National Expert on Mapping Drug Addiction in the Human Brain to Speak at UMD April 13
" What Changes in the Brain Lead to Addiction and Loss of Control?"


"Imaging Drug Addiction in the Human Brain" will be the topic of a lecture by Dr. Joanna Fowler, Senior Scientist at Brookhaven National Laboratory, Saturday, April 13 at 4 p.m. in UMD Life Science Building, room 185. The speech is presented by the UMD Spectrum Lecture Series and is free and open to the public.

The lecture will highlight advances which Positron Emission Tomography (PET) imaging has brought in understanding how drugs of abuse affect the human brain. This topic cuts across medical specialties of neurology, psychiatry, cancer and heart disease because of the high toll that drugs of abuse (including legal drugs such as cigarettes and alcohol) take on society.

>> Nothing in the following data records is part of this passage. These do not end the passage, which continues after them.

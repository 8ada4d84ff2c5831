/* twinhorizon: linear stability of sonic horizon pairs in Bose-Einstein condensates
 * SPDX-License-Identifier: GPL-3.0-or-later
 *
 * Modes from the Bogoliubov matrix. In: a flow. Out: th_solution.mode, unlabelled. Calls level,
 * spectrum, shape.
 * The dense eigenvalues of the base level are candidates; each is refined on the fine and the check
 * level and kept when the two agree. Above TH_ORDINARY_SIZE the candidates of open flows come from
 * the census. Symbols: omega frequency, theta angle of the complex scaling. Proof:
 * tests/test_modes.c. */
#include "modes/solver.h"

#include <gsl/gsl_math.h>
#include <stdlib.h>

#include "modes/shape.h"
#include "spectrum.h"

/* Slowest mode that the ends resolve, relative to omega_top, attempt by attempt. The first does
 * for all but slow purely growing modes; each step costs five elements an end. */
static const double slowest[] = {1e-3, 1e-5, 1e-7, 1e-9};
enum { ATTEMPTS = sizeof slowest / sizeof slowest[0] };
/* Largest dense matrix: 6000 real unknowns are 288 MB and some minutes. */
enum { LARGEST = 6000 };
/* The two levels must agree this well, relative to |omega|, for a candidate to be a mode. The
 * rotated continuum moves by the difference of the angles, 0.15. */
static const double same_mode = 1e-3;
/* Damped modes are listed down to this angle above the smaller of the two rotated continua. */
static const double damped_margin = 0.05;
/* Modes of growth beyond the band are looked for up to this multiple of it, as by the census. */
static const double probe = 3.0;

double th_matrix_reach(int attempt)
{
    return attempt < ATTEMPTS ? slowest[attempt] : 0.0;
}

/* Is a dense eigenvalue worth refining? */
static bool candidate(const th_solver *w, double complex omega)
{
    const double top = w->s->omega_top, size = cabs(omega);

    if (creal(omega) < -1e-6 * size - 1e-9 * top || creal(omega) > probe * top || size == 0.0)
        return false;
    if (cimag(omega) > w->census.im_max)
        return false;
    if (th_solver_conserving(w)) /* beyond the top too: the index counts negative energy there */
        return cimag(omega) > -1e-6 * top;
    if (cimag(omega) > 0.0)
        return true;
    return creal(omega) <= top && carg(omega) > damped_margin - th_level_angle(TH_LEVEL_CHECK);
}

static th_status keep(th_solver *w, const th_mode *mode, th_error *err)
{
    th_solution *s = w->s;

    if (s->count == w->room) {
        int room = w->room > 0 ? 2 * w->room : 32;
        th_mode *grown = realloc(s->mode, (size_t)room * sizeof *grown);

        if (grown == NULL)
            return th_fail(err, TH_ENOMEM, "solve: %d modes", room);
        s->mode = grown;
        w->room = room;
    }
    s->mode[s->count++] = *mode;
    return TH_OK;
}

static th_status describe(const th_solver *w, const th_eigenpair *pair, th_mode *mode,
                          th_error *err)
{
    th_mode_shape shape;
    th_status st =
        th_mode_shape_find(w->flow, w->level[TH_LEVEL_CHECK].mesh, w->level[TH_LEVEL_CHECK].op,
                           pair->omega, pair->right, &shape, err);

    if (st != TH_OK)
        return st;
    mode->norm = shape.norm;
    mode->pocket_share = shape.pocket_share;
    mode->nodes = shape.nodes;
    mode->condition = pair->condition;
    mode->residual = pair->residual;
    return TH_OK;
}

/* Not to be listed: neutral, of positive energy, above the band. */
static bool beyond(const th_solver *w, const th_mode *mode)
{
    return mode->omega_re > w->s->omega_top && mode->norm > 0 && th_solver_conserving(w) &&
           fabs(mode->omega_im) <= fmax(mode->omega_error, 1e-7 * w->s->omega_top);
}

/* Refine one candidate on two levels; a mode goes to the list. Not settling is not a failure. */
static th_status examine(th_solver *w, double complex omega, th_error *err)
{
    th_eigenpair coarse = {0}, fine = {0};
    th_mode mode = {.confirmed = TH_BY_MATRIX};
    double apart = HUGE_VAL;
    th_status st = th_spectrum_refine(w->level[TH_LEVEL_FINE].op, omega, &coarse, err);

    if (st == TH_OK)
        st = th_spectrum_refine(w->level[TH_LEVEL_CHECK].op, coarse.omega, &fine, err);
    if (st == TH_OK)
        apart = cabs(coarse.omega - fine.omega);
    if (st == TH_ECONVERGE || (st == TH_OK && !(apart <= same_mode * cabs(fine.omega)))) {
        st = TH_OK;
    } else if (st == TH_OK) {
        mode.omega_re = creal(fine.omega);
        mode.omega_im = cimag(fine.omega);
        /* twice: both levels may err to the same side */
        mode.omega_error = 2.0 * apart + coarse.rounding + fine.rounding;
        st = describe(w, &fine, &mode, err);
        if (st == TH_OK && !beyond(w, &mode))
            st = keep(w, &mode, err);
    }
    th_eigenpair_clear(&coarse);
    th_eigenpair_clear(&fine);
    return st;
}

/* All candidates of the dense matrix. */
static th_status examine_all(th_solver *w, th_error *err)
{
    double complex *omega = NULL;
    int count = 0;
    th_status st = th_spectrum_all(w->level[TH_LEVEL_BASE].op, &omega, &count, err);

    for (int i = 0; st == TH_OK && i < count; i++) {
        w->neutral += fabs(cimag(omega[i])) < w->census.floor && creal(omega[i]) > 0.0 &&
                      creal(omega[i]) < w->census.re_max;
        if (candidate(w, omega[i]))
            st = examine(w, omega[i], err);
    }
    free(omega);
    return st;
}

th_status th_matrix_modes(th_solver *w, double omega_low, th_error *err)
{
    th_solution *s = w->s;
    const th_level *base = &w->level[TH_LEVEL_BASE];
    th_status st = TH_OK;

    s->count = 0;
    w->neutral = 0;
    for (int i = 0; st == TH_OK && i < TH_LEVELS; i++) {
        th_level_clear(&w->level[i]);
        st = th_level_create(w->flow, (th_level_kind)i, w->options->accuracy, s->omega_top,
                             omega_low, &w->level[i], err);
    }
    if (st != TH_OK)
        return st;
    s->unknowns = base->op->size;
    s->zero_modes = base->op->ring ? 2 : 0;
    s->absorbing = base->mesh->absorbing;
    s->dense = th_solver_conserving(w) || s->unknowns <= TH_ORDINARY_SIZE;
    if (!s->dense)
        return TH_OK;
    if (s->unknowns > LARGEST)
        return th_fail(err, TH_EUNDECIDED,
                       "solve: the flow needs a dense matrix of %d unknowns, more than %d",
                       s->unknowns, LARGEST);
    return examine_all(w, err);
}

static bool listed(const th_solution *s, double complex root)
{
    for (int i = 0; i < s->count; i++)
        if (cabs(th_mode_omega(&s->mode[i]) - root) <=
            fmax(3.0 * s->mode[i].omega_error, 1e-9 * cabs(root)))
            return true;
    return false;
}

th_status th_matrix_complete(th_solver *w, th_error *err)
{
    th_status st = TH_OK;

    for (int i = 0; st == TH_OK && i < w->roots; i++) {
        const double complex root = w->root[i][0] + I * w->root[i][1];
        const int before = w->s->count;
        th_mode alone = {.omega_re = w->root[i][0], .omega_im = w->root[i][1], .condition = 1.0};

        if (listed(w->s, root))
            continue;
        st = examine(w, root, err);
        if (st != TH_OK || (w->s->count > before && listed(w->s, root)))
            continue;
        w->s->count = before; /* the matrix has no such eigenvalue: the matching function's word */
        alone.omega_error = same_mode * cabs(root);
        st = keep(w, &alone, err);
    }
    return st;
}
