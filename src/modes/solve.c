/* twinhorizon: linear stability of sonic horizon pairs in Bose-Einstein condensates
 * SPDX-License-Identifier: GPL-3.0-or-later
 *
 * From a flow to its certified modes: the order of work. In: flow, accuracy. Out: th_solution.
 * Calls matrix, certify, level.
 * The counts come first: static index and census say how many modes must grow. Then the matrix;
 * while it has fewer than the index, the ends of its mesh move outwards, because slow modes need
 * far ends. Then each mode is polished on the matching function. Proof: tests/test_modes.c. */
#include <gsl/gsl_math.h>
#include <stdlib.h>

#include "alloc.h"
#include "modes/solver.h"

/* Would farther ends help? They do when modes are missing or the slowest are inaccurate. */
static bool wants_more(const th_solver *w, double omega_low)
{
    const th_solution *s = w->s;

    if (th_solver_conserving(w) || s->absorbing)
        return false;
    if (s->index_known && s->unstable < s->index)
        return true;
    for (int i = 0; i < s->count; i++)
        if (s->mode[i].omega_error > w->options->accuracy * s->omega_top &&
            cabs(th_mode_omega(&s->mode[i])) < omega_low)
            return true;
    return false;
}

static th_status check(const th_flow *flow, const th_solve_options *options, th_error *err)
{
    if (flow == NULL || options == NULL)
        return th_fail(err, TH_EINVAL, "solve: want a flow and options");
    if (!(options->accuracy >= 1e-12 && options->accuracy <= 1e-3))
        return th_fail(err, TH_EINVAL, "solve: accuracy = %g, want 1e-12 to 1e-3",
                       options->accuracy);
    return TH_OK;
}

/* First attempt whose ends resolve the slowest growing mode that the census found. */
static int first_attempt(const th_solver *w)
{
    double slowest = w->s->omega_top;
    int attempt = 0;

    for (int i = 0; i < w->roots; i++)
        slowest = fmin(slowest, hypot(w->root[i][0], w->root[i][1]));
    while (th_matrix_reach(attempt + 1) > 0.0 &&
           th_matrix_reach(attempt) * w->s->omega_top > slowest)
        attempt++;
    return attempt;
}

static th_status run(th_solver *w, th_error *err)
{
    th_status st = th_certify_prepare(w, err);
    double low = 0.0;

    for (int i = first_attempt(w); st == TH_OK && th_matrix_reach(i) > 0.0; i++) {
        if (low > 0.0 && !wants_more(w, low))
            break;
        low = th_matrix_reach(i) * w->s->omega_top;
        st = th_matrix_modes(w, low, err);
        if (st == TH_OK)
            st = th_certify_modes(w, err);
    }
    if (st == TH_OK)
        th_certify_decide(w);
    return st;
}

th_status th_solve(const th_flow *flow, const th_solve_options *options, th_solution **out,
                   th_error *err)
{
    th_solver w = {.flow = flow, .options = options};
    th_status st;

    if (out == NULL)
        return th_fail(err, TH_EINVAL, "solve: want a place for the result");
    *out = NULL;
    st = check(flow, options, err);
    if (st != TH_OK)
        return st;
    w.s = th_alloc(1, sizeof *w.s);
    if (w.s == NULL)
        return th_fail(err, TH_ENOMEM, "solve: one object");
    w.s->omega_top = th_flow_band_limit(flow);
    st = run(&w, err);
    for (int i = 0; i < TH_LEVELS; i++)
        th_level_clear(&w.level[i]);
    th_matching_destroy(w.usual);
    th_matching_destroy(w.fine);
    free(w.root);
    if (st == TH_OK)
        *out = w.s;
    else
        th_solution_destroy(w.s);
    return st;
}

void th_solution_destroy(th_solution *solution)
{
    if (solution == NULL)
        return;
    free(solution->mode);
    free(solution);
}

th_status th_matrix_write(const th_flow *flow, const th_solve_options *options, const char *title,
                          FILE *stream, th_error *err)
{
    th_level fine = {NULL, NULL};
    double top;
    th_status st = check(flow, options, err);

    if (st != TH_OK)
        return st;
    top = th_flow_band_limit(flow);
    st = th_level_create(flow, TH_LEVEL_FINE, options->accuracy, top, th_matrix_reach(0) * top,
                         &fine, err);
    if (st == TH_OK)
        st = th_operator_write(fine.op, title, stream, err);
    th_level_clear(&fine);
    return st;
}
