/* twinhorizon: linear stability of sonic horizon pairs in Bose-Einstein condensates
 * SPDX-License-Identifier: GPL-3.0-or-later
 *
 * Stationary flows in an external potential, private to src/flow. What goes in: a trap, the state
 * far upstream, a first guess. What comes out: a(x) = sqrt(n/n_u) on elements, to rounding.
 *
 * The stationary Gross-Pitaevskii equation at fixed flux (hbar = m = 1), rho = a^2 = n/n_u:
 *     a'' = 2 (V + H(rho)) a,    H = h(n) - h(n_u) + (v_u^2/2) (1/rho^2 - 1).                  (1)
 * A uniform state V + H = 0 is a saddle of (1) where v < c, reached as exp(-k |x|) with
 * k = 2 sqrt(c^2 - v^2), and a centre where v > c. Proved by tests/test_potential.c. */
#ifndef TH_FLOW_STATIONARY_H
#define TH_FLOW_STATIONARY_H

#include "../gll.h"
#include "state.h"
#include "trap.h"

/* Far upstream. */
typedef struct {
    th_state_eq state;
    double v_u; /* < state.c_u */
} th_upstream;

/** H(rho) of (1). */
double th_upstream_excess(const th_upstream *up, double rho);
/** c^2 - v^2 at rho; rho H'(rho). */
double th_upstream_room(const th_upstream *up, double rho);
/** (a')^2 on the two orbits that leave the upstream state where V = 0, over (rho - 1)^2; < 0
 * below the bottom of the grey soliton. */
double th_upstream_orbit(const th_upstream *up, double rho);
/** Density of the bottom of the grey soliton: zero of th_upstream_orbit below 1; m^2 for contact.
 */
double th_upstream_bottom(const th_upstream *up);
/** Density < 1 of the supersonic uniform state with V = v, 0 when there is none; the subsonic one
 * when `subsonic`. */
double th_upstream_uniform(const th_upstream *up, double v, bool subsonic);

typedef struct {
    const th_trap *trap;
    th_upstream up;
    double depth;
    bool half;       /* solved up to the plateau only, the rest is its mirror image or uniform */
    bool free_depth; /* depth is found: V + H = 0 at the plateau */
    double end;      /* rho far downstream */
    double scale;    /* of the elements, see th_stationary_create */
    const th_gll *rule;
    int elements;
    double *at;      /* [elements + 1] */
    int *piece;      /* [elements] of the trap */
    double *a;       /* [elements * order + 1] at the nodes */
    double *da;      /* [elements][order + 1] a' */
    double residual; /* largest |change of a' - Int 2 (V + H) a| over half an element, over c_u */
} th_stationary;

/**
 * Place elements: cut at edges, as fine as features and the solution's own length ask for.
 * @param[in] scale  shortest length of the solution between the features
 */
TH_MUST_USE th_status th_stationary_create(const th_trap *trap, const th_upstream *up, bool half,
                                           double end, double scale, const th_gll *rule,
                                           th_stationary *out, th_error *err);
void th_stationary_clear(th_stationary *s);

/** x of node j of element e. */
double th_stationary_node(const th_stationary *s, int e, int j);

/** Values of one solution at the nodes of another. */
void th_stationary_carry(const th_stationary *from, th_stationary *to);

/**
 * Newton's method on (1) from the values in a (and depth), on finer elements while the residual is
 * above TH_STATIONARY_RESIDUAL.
 * @retval TH_ECONVERGE  it does not settle on a positive solution, or not to this residual
 */
#define TH_STATIONARY_RESIDUAL 1e-11
TH_MUST_USE th_status th_stationary_solve(th_stationary *s, th_error *err);

/** a, a', a'' at x, by the elements and (1); uniform beyond them. `piece` of the trap decides at
 * edges. */
void th_stationary_eval(const th_stationary *s, int piece, double x, double a[3]);

#endif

"It has taken many years to conceptualize addiction as a disease of the brain, rather than lack of will power or a voluntary pursuit of pleasure," says Dr. Fowler. "We have used PET (a medical imaging method) to learn why drugs are pleasurable and what changes in the human brain lead to the loss of control which characterizes the addicted individual. PET technology allows us to image the movement of drugs in the human brain and also their effects on many biochemical systems including those which are involved in reward and sense of well-being. Major advances in chemistry allow us to visualize the neurotransmitter systems which are at the heart of an individual’s sense of reward and well-being."

As director of the Cyclotron-PET Program at the Brookhaven National Laboratory, Dr. Fowler heads an interdisciplinary team of chemists, physicists, neuroscientists, psychiatrists and pharmacologists that studies drug and alcohol addiction by imaging the brain. Her work has revealed binding sites for various drugs, including cocaine, and their role in addiction. She and her colleagues have developed several radioactive organic tracers that make detection and analysis by PET possible.